# Detector de frecuencias de 1Khz



## geronimoo (Nov 1, 2007)

Buenas y santas!
Soy nuevo en el foro y saludo a todos los amantes de la electronica, pase un par de veces por el foro y me parecio el mejor lugar para plantear mi duda.

Estoy realizando un proyecto para una materia de la facultad, y el circuito no va para ningun lado.
Estoy desarrollando un detector de frecuencias de 1Khz.
El problema creo que es el filtro pasabanda, ya que pruebo la etapa de preamplificación del electret usando un led, y este se enciende cuando hablo.

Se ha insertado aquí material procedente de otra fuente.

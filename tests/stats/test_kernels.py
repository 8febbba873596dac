"""The compiled bootstrap loops against plain numpy computations of the same definitions."""

from __future__ import annotations

import numpy as np
import pytest

from service.stats import kernels


@pytest.mark.parametrize(("n", "k"), [(1, 1), (7, 2), (24, 3), (25, 3), (40, 5)])
def test_resampled_means_equal_numpy_gather(n: int, k: int) -> None:
    """Definition of a bootstrap sample mean (Efron & Tibshirani 1993 ch. 6): the column means of
    the drawn rows, here by numpy fancy indexing."""
    rng = np.random.default_rng(n * 10 + k)
    data = rng.normal(size=(n, k))
    index = rng.integers(0, n, size=(50, n)).astype(np.uint32)
    expected = data[index].mean(axis=1)
    np.testing.assert_allclose(kernels.resampled_means(index, data), expected, rtol=1e-13,
                               atol=1e-13)


def test_omission_sums_equal_brute_force() -> None:
    """Jackknife-after-bootstrap sums (Efron 1992 §3): for subject i, the count, sum and sum of
    squares of θ*−θ̂ over the finite replicates whose sample does not contain i; computed here with
    an explicit numpy mask."""
    rng = np.random.default_rng(4)
    n, c = 9, 300
    index = rng.integers(0, n, size=(c, n)).astype(np.uint32)
    centred = rng.normal(size=c)
    finite = rng.random(c) > 0.1
    omitted = np.zeros((3, n))
    kernels.add_omission_sums(index, finite, centred, omitted)
    present = np.zeros((c, n), dtype=bool)
    np.put_along_axis(present, index.astype(np.intp), True, axis=1)
    absent = (~present) & finite[:, None]
    np.testing.assert_array_equal(omitted[0], absent.sum(0))
    np.testing.assert_allclose(omitted[1], (absent * centred[:, None]).sum(0), rtol=1e-12)
    np.testing.assert_allclose(omitted[2], (absent * centred[:, None] ** 2).sum(0), rtol=1e-12)
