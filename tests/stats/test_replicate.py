from __future__ import annotations

import json
import math
import warnings
from typing import Any

import numpy as np
import pandas as pd
import pytest
import statsmodels.formula.api as smf
from statsmodels.stats.anova import anova_lm
from statsmodels.tools.sm_exceptions import SingularMatrixWarning

from service.stats.deadlines import ComputeTimeExceeded
from service.stats.equivalence import average_bioequivalence, average_bioequivalence_to_json
from service.stats.replicate import (
    reference_variability,
    replicate_average_bioequivalence,
    replicate_average_bioequivalence_to_json,
)
from tests.stats.study_tables import columns, simulate_table

DESIGNS = {
    "TRTR/RTRT": {"TRTR": 9, "RTRT": 9},
    "TRT/RTR": {"TRT": 10, "RTR": 10},
    "TRR/RTR/RRT": {"TRR": 7, "RTR": 7, "RRT": 7},
    "TRRT/RTTR": {"TRRT": 9, "RTTR": 9},
    "TRTR/RTRT/TRRT/RTTR": {"TRTR": 5, "RTRT": 5, "TRRT": 5, "RTTR": 5},
}
TEST_REPLICATED = {"TRTR/RTRT": True, "TRT/RTR": True, "TRR/RTR/RRT": False, "TRRT/RTTR": True,
                   "TRTR/RTRT/TRRT/RTTR": True}


def table(name: str, balanced: bool) -> pd.DataFrame:
    """Balanced: equal sequences, no missing value. Unbalanced: one more subject in the first
    sequence, one fewer in the last, about 10 % of the values missing, and the first subject
    without any test value (so it must be left out of the ABE model)."""
    orders = dict(DESIGNS[name])
    seed = 100 + sorted(DESIGNS).index(name) + (0 if balanced else 50)
    if balanced:
        return simulate_table(seed, orders)
    first, last = list(orders)[0], list(orders)[-1]
    orders[first] += 1
    orders[last] -= 1
    df = simulate_table(seed, orders, drop_fraction=0.1)
    return df[~((df["subject"] == "S001") & (df["treatment"] == "T"))].reset_index(drop=True)


CASES = [(name, balanced) for name in sorted(DESIGNS) for balanced in (True, False)]


def ols_within(data: pd.DataFrame) -> object:
    """subject + period on one treatment's observations. In most replicate designs the periods
    of one treatment are aliased with sequence, hence with the subjects: the design is
    rank-deficient on purpose and statsmodels' pseudo-inverse fit (which warns) is what we want."""
    with warnings.catch_warnings():
        warnings.simplefilter("ignore", SingularMatrixWarning)
        return smf.ols("np.log(y) ~ C(subject) + C(period)", data=data).fit()


def analysed_subjects(df: pd.DataFrame) -> pd.DataFrame:
    has = df.groupby("subject")["treatment"].agg(lambda t: {"T", "R"} <= set(t))
    return df[df["subject"].isin(has[has].index)].reset_index(drop=True)


@pytest.mark.parametrize(("name", "balanced"), CASES)
def test_method_a_matches_statsmodels_ols(name: str, balanced: bool) -> None:
    """Source: statsmodels OLS ``np.log(y) ~ C(subject) + C(period) + C(treatment)`` on all
    observations of the subjects with a test and a reference value (EMA Q&A method A, fixed
    effects; sequence is nested in subject), T − R by ``t_test``, 90 % interval by conf_int."""
    df = table(name, balanced)
    r = replicate_average_bioequivalence(**columns(df), test="T", reference="R")
    a = r.average_bioequivalence
    used = analysed_subjects(df)
    fit = smf.ols("np.log(y) ~ C(subject) + C(period) + C(treatment)", data=used).fit()
    tt = fit.t_test("C(treatment)[T.T] = 0")
    ci = np.asarray(tt.conf_int(alpha=0.10)).ravel()
    assert a.df == int(fit.df_resid)
    assert a.subjects == used["subject"].nunique() and a.observations == len(used)
    assert a.log_difference == pytest.approx(float(np.squeeze(tt.effect)), rel=1e-9, abs=1e-12)
    assert a.standard_error == pytest.approx(float(np.squeeze(tt.sd)), rel=1e-9)
    assert a.ratio_lower_percent == pytest.approx(100 * math.exp(ci[0]), rel=1e-9)
    assert a.ratio_upper_percent == pytest.approx(100 * math.exp(ci[1]), rel=1e-9)
    assert a.residual_mean_square == pytest.approx(float(fit.mse_resid), rel=1e-9)
    left = {s.subject for s in r.left_out}
    assert left == set(df["subject"]) - set(used["subject"])
    assert ("S001" in left) == (not balanced)


@pytest.mark.parametrize(("name", "balanced"), CASES)
def test_within_subject_variability_matches_statsmodels_ols(name: str, balanced: bool) -> None:
    """Source: statsmodels OLS ``np.log(y) ~ C(subject) + C(period)`` on the reference
    observations only (EMA Q&A: s²_wR is its residual mean square), likewise on the test
    observations where the test is replicated; CV = sqrt(exp(s²) − 1) (lognormal identity)."""
    df = table(name, balanced)
    v = replicate_average_bioequivalence(**columns(df), test="T",
                                         reference="R").reference_variability
    ref: Any = ols_within(df[df["treatment"] == "R"])
    assert v.df == int(ref.df_resid)
    assert v.s_wr == pytest.approx(math.sqrt(ref.mse_resid), rel=1e-9)
    assert v.cv_wr_percent == pytest.approx(100 * math.sqrt(math.expm1(ref.mse_resid)), rel=1e-9)
    if TEST_REPLICATED[name]:
        tst: Any = ols_within(df[df["treatment"] == "T"])
        assert v.df_wt == int(tst.df_resid)
        assert v.s_wt == pytest.approx(math.sqrt(tst.mse_resid), rel=1e-9)
        assert v.cv_wt_percent == pytest.approx(100 * math.sqrt(math.expm1(tst.mse_resid)),
                                                rel=1e-9)
    else:
        assert v.s_wt is None and v.cv_wt_percent is None and v.df_wt is None
        assert "test_not_replicated" in {d.code for d in v.diagnostics}
    alone = reference_variability(**columns(df), test="T", reference="R")
    assert alone == v


@pytest.mark.parametrize(("name", "balanced"), CASES)
def test_sequence_effect_on_complete_subjects(name: str, balanced: bool) -> None:
    """Source: statsmodels ``anova_lm`` of ``total ~ C(sequence)`` on the per-subject sums of
    log values of the subjects with a value in every period (between-subject stratum). Where
    the sequences give the test a different number of times (TRT/RTR) the sums mix sequence
    and treatment (design fact, common practice), so no F is reported."""
    df = table(name, balanced)
    a = replicate_average_bioequivalence(**columns(df), test="T",
                                         reference="R").average_bioequivalence
    codes = {d.code for d in a.diagnostics}
    if name == "TRT/RTR":
        assert a.sequence_f is None and "sequence_effect_not_separable" in codes
        return
    used = analysed_subjects(df)
    n_periods = used.groupby("subject")["period"].count()
    complete = n_periods[n_periods == used.groupby("subject")["sequence"].first().str.len()].index
    totals = (used[used["subject"].isin(complete)].assign(ly=np.log(used["y"]))
              .groupby("subject").agg(total=("ly", "sum"), sequence=("sequence", "first")))
    anova = anova_lm(smf.ols("total ~ C(sequence)", data=totals).fit())
    assert a.sequence_f == pytest.approx(float(anova.loc["C(sequence)", "F"]), rel=1e-9)
    assert a.sequence_p == pytest.approx(float(anova.loc["C(sequence)", "PR(>F)"]), rel=1e-8)
    assert a.sequence_df_denominator == int(anova.loc["Residual", "df"])
    assert ("sequence_effect_complete_subjects" in codes) == (not balanced)


def test_complete_two_period_block_equals_the_crossover_fit() -> None:
    """Source: a table with no repeated treatment is a crossover; the replicate entry point
    refuses it and names the design (issue 10: the design is recognised from the table), while
    the crossover fit of a replicate's complete subjects equals method A on them (same model,
    statsmodels-checked above)."""
    df = table("TRTR/RTRT", True)
    r = replicate_average_bioequivalence(**columns(df), test="T", reference="R")
    crossover = average_bioequivalence(**columns(df), test="T", reference="R")
    assert r.average_bioequivalence.log_difference == pytest.approx(crossover.log_difference,
                                                                    rel=1e-12)
    two_by_two = simulate_table(5, {"TR": 6, "RT": 6})
    with pytest.raises(ValueError, match="design: not a supported replicate design: the table "
                                         "is a crossover design"):
        replicate_average_bioequivalence(**columns(two_by_two), test="T", reference="R")


def test_json_keeps_the_crossover_keys_and_adds_the_replicate_ones() -> None:
    """Source: DESIGN.md §Average bioequivalence (the public JSON contract) and issue 10
    (design, reference_variability {s_wr, cv_wr_percent, df, s_wt, cv_wt_percent}); RFC 8259
    JSON has no NaN."""
    df = table("TRR/RTR/RRT", False)
    r = replicate_average_bioequivalence(**columns(df), test="T", reference="R")
    doc = json.loads(json.dumps(replicate_average_bioequivalence_to_json(r), allow_nan=False))
    crossover_keys = set(average_bioequivalence_to_json(r.average_bioequivalence))
    assert crossover_keys <= set(doc)
    assert doc["design"] == "replicate"
    assert {"s_wr", "cv_wr_percent", "df", "s_wt", "cv_wt_percent"} <= set(doc["reference_variability"])
    assert doc["reference_variability"]["s_wt"] is None
    assert "test_not_replicated" in {w["code"] for w in doc["warnings"]}
    assert [s["subject"] for s in doc["subjects_left_out"]] == [s.subject for s in r.left_out]
    assert doc["subjects_left_out"] and all("no test value" in s["reason"] or "no reference value"
                                            in s["reason"] for s in doc["subjects_left_out"])


def test_bad_values_and_deadline() -> None:
    """Source: DESIGN.md (errors name the field and entry) and the service.stats.deadlines
    contract (a passed deadline raises ComputeTimeExceeded)."""
    df = table("TRTR/RTRT", True)
    cols = columns(df)
    cols["values"] = cols["values"].copy()
    cols["values"][3] = 0.0
    with pytest.raises(ValueError, match=r"values: entries \[3\]"):
        replicate_average_bioequivalence(**cols, test="T", reference="R")
    with pytest.raises(ComputeTimeExceeded):
        replicate_average_bioequivalence(**columns(df), test="T", reference="R", deadline=0.0)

Adjunto una imagen del esquema que uso para mi proyecto.
Agradecere cualquier mano o ayuda.
Saludos!


----------



## tiopepe123 (Nov 2, 2007)

Si solo deseas detectar el 1khz hay un integrado especializado como el ne567 que es un detector de tono.

Aunque es recomendable utilizar un ne567 + preamplificador para obtener unos 200mV del micro.

Esto seria un circuito que deberia funcionar.

Ojo el tanque LC no lo he calculado hazlo ud. f= 1/6.28 Raiz cuadrada(LC)

Para mejorar el circuito deberias recalcular los condensadores


----------



## geronimoo (Nov 5, 2007)

Muchas gracias por el circuito.
Esta tarde compro los componentes y pruebo.
De paso también voy a comprar el 567 del que estuve leyendo y es bastante interesante.
Saludos!


----------